Stored items:
%%

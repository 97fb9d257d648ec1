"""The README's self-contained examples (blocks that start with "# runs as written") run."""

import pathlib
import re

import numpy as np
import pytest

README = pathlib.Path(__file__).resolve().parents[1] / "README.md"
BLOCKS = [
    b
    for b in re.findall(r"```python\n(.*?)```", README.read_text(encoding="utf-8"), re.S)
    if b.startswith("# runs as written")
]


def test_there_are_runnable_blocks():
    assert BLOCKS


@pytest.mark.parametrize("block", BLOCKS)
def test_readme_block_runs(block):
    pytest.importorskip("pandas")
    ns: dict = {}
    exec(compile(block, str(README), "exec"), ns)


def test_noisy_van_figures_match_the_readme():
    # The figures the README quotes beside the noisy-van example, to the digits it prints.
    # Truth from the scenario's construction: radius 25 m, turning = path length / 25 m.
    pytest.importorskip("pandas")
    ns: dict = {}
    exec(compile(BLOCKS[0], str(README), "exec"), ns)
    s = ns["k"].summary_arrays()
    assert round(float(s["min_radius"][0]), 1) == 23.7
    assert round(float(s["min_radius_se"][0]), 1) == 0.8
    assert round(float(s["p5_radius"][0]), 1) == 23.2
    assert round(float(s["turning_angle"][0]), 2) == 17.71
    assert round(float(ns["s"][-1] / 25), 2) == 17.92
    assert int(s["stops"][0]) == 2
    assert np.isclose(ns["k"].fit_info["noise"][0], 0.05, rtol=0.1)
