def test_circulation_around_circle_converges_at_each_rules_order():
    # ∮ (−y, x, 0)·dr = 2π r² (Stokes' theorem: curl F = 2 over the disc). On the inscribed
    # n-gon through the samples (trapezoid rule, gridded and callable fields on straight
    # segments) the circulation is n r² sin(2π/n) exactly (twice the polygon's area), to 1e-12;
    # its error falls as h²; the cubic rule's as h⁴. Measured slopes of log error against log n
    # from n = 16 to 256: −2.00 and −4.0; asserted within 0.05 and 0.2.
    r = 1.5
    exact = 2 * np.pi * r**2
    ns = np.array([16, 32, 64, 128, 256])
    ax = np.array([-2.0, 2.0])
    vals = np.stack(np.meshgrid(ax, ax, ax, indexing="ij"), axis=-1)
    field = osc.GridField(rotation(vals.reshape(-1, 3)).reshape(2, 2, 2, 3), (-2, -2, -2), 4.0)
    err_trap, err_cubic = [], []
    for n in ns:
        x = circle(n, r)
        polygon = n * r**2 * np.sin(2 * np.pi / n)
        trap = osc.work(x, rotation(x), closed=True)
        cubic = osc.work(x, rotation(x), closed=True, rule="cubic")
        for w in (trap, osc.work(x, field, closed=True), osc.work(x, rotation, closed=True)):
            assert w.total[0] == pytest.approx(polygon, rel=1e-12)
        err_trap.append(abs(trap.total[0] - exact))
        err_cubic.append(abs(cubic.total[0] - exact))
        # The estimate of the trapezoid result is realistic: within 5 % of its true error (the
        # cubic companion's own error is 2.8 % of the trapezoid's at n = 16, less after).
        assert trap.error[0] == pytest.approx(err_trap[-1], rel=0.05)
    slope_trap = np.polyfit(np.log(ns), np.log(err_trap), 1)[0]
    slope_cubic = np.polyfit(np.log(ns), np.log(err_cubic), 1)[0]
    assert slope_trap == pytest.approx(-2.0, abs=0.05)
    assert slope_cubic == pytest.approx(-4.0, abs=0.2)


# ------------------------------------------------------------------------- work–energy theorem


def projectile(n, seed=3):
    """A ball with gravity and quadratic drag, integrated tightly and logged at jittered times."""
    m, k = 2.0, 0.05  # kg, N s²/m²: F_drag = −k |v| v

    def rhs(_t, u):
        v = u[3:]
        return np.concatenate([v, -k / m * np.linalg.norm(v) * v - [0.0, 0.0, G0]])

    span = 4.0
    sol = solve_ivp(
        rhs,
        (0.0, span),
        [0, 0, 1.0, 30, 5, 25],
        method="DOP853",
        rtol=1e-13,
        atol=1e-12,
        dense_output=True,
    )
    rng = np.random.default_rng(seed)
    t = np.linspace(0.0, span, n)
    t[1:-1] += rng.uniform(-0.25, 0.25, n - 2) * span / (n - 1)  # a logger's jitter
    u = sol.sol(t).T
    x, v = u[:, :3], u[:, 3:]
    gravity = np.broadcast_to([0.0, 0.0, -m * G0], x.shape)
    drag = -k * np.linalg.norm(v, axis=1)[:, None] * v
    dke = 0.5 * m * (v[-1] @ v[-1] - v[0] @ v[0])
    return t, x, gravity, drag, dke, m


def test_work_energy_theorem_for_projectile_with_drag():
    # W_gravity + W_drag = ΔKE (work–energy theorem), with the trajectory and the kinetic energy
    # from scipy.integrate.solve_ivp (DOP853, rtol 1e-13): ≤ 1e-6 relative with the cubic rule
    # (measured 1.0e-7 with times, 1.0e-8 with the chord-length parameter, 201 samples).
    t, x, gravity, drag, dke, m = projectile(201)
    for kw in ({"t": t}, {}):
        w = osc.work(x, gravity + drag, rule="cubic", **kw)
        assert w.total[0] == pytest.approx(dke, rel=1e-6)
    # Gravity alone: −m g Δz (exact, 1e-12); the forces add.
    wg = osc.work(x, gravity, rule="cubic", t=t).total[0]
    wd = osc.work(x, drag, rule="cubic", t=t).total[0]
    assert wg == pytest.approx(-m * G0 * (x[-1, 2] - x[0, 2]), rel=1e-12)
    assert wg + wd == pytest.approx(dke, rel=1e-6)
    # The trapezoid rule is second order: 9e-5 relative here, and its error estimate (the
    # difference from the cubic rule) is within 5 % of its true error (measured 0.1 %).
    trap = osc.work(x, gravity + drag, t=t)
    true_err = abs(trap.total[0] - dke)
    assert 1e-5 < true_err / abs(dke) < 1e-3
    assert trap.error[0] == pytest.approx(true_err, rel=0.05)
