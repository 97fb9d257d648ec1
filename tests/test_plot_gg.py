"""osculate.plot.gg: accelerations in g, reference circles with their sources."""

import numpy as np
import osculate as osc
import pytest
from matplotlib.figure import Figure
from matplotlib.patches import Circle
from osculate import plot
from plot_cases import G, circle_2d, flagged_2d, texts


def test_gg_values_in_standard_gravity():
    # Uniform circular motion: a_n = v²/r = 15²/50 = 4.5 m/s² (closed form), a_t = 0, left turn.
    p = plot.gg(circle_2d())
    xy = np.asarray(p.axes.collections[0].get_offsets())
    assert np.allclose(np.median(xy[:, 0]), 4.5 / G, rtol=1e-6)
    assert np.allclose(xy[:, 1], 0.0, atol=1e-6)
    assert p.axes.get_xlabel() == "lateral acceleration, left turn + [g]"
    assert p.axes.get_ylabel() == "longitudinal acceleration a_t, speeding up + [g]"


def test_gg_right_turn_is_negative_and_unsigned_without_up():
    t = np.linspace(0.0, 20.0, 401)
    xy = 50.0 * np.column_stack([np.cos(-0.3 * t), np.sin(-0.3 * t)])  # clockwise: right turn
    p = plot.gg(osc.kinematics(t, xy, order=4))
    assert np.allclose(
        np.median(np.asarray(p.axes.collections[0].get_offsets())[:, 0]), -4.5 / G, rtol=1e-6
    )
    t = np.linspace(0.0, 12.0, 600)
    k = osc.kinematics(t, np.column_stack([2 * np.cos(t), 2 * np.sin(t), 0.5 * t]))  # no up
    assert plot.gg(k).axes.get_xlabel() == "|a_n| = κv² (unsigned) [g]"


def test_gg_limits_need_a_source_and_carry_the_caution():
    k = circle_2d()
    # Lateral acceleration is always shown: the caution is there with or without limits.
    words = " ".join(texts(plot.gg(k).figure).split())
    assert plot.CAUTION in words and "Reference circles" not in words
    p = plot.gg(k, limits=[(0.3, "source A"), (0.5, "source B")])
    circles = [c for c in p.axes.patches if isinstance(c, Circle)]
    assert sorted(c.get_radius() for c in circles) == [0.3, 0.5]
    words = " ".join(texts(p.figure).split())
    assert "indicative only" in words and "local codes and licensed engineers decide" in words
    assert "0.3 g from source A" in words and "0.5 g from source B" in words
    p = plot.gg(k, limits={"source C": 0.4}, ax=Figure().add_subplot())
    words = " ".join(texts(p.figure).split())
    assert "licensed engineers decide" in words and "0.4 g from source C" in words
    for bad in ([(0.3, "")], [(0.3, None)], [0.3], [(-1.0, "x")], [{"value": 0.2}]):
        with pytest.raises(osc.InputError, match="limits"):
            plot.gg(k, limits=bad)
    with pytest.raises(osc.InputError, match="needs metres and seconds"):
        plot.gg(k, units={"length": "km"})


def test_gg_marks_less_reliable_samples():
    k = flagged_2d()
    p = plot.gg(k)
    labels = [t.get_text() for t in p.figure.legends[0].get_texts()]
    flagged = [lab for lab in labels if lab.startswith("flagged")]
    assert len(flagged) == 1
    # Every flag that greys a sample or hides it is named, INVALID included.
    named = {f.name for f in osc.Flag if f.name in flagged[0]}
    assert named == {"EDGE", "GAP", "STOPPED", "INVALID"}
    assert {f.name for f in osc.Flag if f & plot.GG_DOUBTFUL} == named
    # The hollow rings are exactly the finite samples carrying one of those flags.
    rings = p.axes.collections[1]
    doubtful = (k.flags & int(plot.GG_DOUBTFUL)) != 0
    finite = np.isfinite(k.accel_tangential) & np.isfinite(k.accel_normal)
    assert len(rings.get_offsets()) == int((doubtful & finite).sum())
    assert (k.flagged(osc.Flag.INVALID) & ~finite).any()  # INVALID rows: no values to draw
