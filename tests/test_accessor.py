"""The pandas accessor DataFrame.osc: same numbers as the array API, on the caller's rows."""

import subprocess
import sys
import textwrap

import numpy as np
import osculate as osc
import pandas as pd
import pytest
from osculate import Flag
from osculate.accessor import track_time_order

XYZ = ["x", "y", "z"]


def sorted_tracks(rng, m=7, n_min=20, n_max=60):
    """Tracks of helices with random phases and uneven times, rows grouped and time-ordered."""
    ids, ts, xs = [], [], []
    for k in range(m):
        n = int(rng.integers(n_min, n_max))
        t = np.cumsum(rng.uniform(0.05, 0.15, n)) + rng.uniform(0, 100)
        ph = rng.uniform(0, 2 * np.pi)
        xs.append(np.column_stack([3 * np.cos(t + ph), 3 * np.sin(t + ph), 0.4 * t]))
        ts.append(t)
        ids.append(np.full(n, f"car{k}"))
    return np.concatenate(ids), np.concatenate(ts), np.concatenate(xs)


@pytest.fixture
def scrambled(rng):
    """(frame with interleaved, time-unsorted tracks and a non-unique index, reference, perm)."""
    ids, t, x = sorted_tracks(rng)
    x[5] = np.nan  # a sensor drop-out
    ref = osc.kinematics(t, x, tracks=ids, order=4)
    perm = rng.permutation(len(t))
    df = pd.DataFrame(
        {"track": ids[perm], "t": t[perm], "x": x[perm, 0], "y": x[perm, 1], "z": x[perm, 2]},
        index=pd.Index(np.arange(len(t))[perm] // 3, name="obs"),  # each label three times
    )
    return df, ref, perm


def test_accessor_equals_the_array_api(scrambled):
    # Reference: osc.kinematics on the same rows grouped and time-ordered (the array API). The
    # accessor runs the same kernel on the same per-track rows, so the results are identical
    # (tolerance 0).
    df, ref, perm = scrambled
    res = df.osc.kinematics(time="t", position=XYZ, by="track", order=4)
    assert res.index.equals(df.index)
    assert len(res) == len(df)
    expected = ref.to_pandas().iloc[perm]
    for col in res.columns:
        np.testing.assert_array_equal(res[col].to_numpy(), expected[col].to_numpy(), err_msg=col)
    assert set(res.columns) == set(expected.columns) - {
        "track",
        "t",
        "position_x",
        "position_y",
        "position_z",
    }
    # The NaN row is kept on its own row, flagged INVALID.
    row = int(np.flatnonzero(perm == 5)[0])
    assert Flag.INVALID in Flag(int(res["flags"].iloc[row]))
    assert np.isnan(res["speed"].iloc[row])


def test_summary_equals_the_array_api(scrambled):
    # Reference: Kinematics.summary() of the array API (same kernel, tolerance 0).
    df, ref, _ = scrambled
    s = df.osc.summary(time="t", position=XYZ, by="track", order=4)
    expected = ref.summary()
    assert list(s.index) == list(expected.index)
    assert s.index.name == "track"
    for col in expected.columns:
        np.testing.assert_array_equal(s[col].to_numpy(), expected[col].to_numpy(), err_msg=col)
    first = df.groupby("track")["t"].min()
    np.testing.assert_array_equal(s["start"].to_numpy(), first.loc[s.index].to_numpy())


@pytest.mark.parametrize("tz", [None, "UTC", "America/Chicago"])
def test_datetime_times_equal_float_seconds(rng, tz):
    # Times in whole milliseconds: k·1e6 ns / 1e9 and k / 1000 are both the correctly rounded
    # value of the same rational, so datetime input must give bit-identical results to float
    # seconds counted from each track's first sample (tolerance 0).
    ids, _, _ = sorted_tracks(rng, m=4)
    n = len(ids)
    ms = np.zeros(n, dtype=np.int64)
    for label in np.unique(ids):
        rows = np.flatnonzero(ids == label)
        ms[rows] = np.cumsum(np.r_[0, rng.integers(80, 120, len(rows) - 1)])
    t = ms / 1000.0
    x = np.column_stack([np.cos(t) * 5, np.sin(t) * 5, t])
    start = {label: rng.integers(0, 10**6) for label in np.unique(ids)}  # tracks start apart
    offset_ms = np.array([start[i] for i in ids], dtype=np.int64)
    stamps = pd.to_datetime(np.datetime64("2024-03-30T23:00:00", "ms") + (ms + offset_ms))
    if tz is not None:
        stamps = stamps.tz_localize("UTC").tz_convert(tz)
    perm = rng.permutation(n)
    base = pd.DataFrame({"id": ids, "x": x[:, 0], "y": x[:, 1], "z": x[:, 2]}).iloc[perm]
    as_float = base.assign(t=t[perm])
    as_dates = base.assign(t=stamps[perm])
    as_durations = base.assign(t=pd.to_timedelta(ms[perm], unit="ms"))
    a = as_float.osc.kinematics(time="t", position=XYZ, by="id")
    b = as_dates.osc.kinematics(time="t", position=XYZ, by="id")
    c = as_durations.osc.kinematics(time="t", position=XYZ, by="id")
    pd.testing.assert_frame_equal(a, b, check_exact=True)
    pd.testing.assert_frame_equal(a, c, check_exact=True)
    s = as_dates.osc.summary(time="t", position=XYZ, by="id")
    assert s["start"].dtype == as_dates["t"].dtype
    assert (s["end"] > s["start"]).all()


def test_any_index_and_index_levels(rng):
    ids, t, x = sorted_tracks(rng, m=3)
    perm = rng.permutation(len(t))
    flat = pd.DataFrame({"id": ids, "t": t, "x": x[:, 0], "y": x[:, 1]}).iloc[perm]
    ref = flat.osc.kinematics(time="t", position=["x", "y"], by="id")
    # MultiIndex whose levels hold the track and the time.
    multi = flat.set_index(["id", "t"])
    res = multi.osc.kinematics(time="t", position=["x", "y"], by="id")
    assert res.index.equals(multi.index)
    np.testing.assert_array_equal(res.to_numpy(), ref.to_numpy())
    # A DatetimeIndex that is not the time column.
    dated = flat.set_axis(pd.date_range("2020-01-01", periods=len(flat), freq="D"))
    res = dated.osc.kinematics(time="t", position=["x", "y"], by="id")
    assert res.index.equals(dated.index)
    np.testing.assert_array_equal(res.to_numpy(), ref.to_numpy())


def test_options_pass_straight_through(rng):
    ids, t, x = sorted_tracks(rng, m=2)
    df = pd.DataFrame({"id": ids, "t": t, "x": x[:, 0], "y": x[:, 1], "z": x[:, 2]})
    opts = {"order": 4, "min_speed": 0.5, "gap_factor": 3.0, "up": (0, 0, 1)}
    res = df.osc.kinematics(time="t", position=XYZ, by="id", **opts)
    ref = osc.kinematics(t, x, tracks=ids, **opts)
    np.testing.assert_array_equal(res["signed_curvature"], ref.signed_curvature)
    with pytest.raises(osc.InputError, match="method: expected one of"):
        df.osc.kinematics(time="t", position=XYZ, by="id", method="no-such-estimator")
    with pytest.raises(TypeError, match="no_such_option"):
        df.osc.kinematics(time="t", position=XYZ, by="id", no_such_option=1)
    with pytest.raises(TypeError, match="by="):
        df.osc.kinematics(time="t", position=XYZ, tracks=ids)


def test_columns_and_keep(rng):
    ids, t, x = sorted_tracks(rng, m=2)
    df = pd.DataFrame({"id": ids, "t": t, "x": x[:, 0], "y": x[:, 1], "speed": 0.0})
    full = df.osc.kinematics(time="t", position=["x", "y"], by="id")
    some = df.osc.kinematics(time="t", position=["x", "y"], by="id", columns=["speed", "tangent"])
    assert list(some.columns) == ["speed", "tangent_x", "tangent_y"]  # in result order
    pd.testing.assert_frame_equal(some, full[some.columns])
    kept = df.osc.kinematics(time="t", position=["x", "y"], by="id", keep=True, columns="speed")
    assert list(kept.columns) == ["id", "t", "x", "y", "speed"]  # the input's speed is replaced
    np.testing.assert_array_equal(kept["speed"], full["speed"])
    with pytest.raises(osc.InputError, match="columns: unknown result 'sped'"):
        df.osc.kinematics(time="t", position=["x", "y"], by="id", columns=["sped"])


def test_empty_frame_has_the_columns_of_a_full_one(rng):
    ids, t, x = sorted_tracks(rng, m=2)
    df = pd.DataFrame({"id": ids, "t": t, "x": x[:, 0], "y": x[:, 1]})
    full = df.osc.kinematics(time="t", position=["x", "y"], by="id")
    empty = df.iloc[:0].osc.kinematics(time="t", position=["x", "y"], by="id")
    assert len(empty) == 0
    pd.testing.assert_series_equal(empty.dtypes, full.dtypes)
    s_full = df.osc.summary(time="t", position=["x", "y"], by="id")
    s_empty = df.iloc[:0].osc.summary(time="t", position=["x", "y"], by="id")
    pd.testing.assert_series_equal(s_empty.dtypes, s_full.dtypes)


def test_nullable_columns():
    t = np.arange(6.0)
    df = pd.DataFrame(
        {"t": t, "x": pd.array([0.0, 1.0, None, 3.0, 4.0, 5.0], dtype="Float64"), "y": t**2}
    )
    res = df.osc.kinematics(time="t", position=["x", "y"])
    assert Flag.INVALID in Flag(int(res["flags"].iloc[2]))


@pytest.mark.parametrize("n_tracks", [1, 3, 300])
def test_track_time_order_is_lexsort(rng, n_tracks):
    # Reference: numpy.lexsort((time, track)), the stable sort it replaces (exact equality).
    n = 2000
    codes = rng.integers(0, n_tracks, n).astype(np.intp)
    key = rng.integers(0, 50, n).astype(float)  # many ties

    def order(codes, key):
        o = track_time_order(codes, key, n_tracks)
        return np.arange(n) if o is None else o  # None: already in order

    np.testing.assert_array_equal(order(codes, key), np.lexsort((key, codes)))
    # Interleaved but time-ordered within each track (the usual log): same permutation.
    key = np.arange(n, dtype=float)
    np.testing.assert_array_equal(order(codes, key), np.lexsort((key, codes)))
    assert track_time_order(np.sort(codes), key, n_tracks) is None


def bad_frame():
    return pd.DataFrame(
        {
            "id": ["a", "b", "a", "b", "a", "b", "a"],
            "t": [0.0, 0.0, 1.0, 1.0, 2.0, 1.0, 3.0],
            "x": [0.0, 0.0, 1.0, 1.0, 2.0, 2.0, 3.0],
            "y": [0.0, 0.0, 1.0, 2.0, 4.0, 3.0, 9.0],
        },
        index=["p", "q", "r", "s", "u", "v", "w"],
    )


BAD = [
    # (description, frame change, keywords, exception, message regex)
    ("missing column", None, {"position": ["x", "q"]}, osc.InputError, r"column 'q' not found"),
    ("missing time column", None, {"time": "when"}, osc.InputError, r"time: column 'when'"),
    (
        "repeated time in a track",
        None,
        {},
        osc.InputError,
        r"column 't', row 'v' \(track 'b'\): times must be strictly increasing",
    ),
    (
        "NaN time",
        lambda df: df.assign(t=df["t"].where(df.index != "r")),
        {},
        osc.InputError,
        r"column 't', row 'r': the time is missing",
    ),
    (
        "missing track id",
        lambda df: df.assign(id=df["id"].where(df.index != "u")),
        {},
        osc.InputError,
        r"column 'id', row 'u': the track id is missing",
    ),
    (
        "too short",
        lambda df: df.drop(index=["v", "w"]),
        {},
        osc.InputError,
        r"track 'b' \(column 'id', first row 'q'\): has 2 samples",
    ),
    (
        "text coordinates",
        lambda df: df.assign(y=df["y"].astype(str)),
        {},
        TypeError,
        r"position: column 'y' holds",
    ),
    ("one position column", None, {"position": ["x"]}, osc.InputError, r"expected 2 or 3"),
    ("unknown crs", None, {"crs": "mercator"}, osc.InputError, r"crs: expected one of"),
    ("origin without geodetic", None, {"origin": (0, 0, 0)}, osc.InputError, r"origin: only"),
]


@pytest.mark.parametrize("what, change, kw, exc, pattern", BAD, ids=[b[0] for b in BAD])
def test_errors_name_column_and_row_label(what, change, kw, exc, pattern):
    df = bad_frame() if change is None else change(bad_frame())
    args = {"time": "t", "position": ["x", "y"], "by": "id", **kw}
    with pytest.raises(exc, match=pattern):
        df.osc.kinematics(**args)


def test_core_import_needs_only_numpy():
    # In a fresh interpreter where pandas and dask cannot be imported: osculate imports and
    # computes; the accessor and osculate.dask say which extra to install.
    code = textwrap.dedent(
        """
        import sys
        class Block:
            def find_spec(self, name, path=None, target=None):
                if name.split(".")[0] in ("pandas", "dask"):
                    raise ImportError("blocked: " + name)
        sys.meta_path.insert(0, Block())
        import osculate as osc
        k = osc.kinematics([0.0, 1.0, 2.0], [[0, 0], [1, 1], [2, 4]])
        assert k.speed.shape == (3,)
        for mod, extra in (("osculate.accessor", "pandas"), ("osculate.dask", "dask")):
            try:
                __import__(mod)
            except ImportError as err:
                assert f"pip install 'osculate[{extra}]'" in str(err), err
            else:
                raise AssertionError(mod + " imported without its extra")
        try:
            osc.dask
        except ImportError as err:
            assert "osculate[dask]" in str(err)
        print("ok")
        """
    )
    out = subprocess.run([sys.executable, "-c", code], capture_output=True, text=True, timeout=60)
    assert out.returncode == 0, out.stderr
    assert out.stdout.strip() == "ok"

%%

▶ DESCRIPTION OF THE TASK: Wherever the word "closed" appears in a line of the data above, copy that line.

▶ RESPONSE TO THE TASK:
        trap = osc.work(x, rotation(x), closed=True)
        cubic = osc.work(x, rotation(x), closed=True, rule="cubic")
        for w in (trap, osc.work(x, field, closed=True), osc.work(x, rotation, closed=True)):
    # Uniform circular motion: a_n = v²/r = 15²/50 = 4.5 m/s² (closed form), a_t = 0, left turn.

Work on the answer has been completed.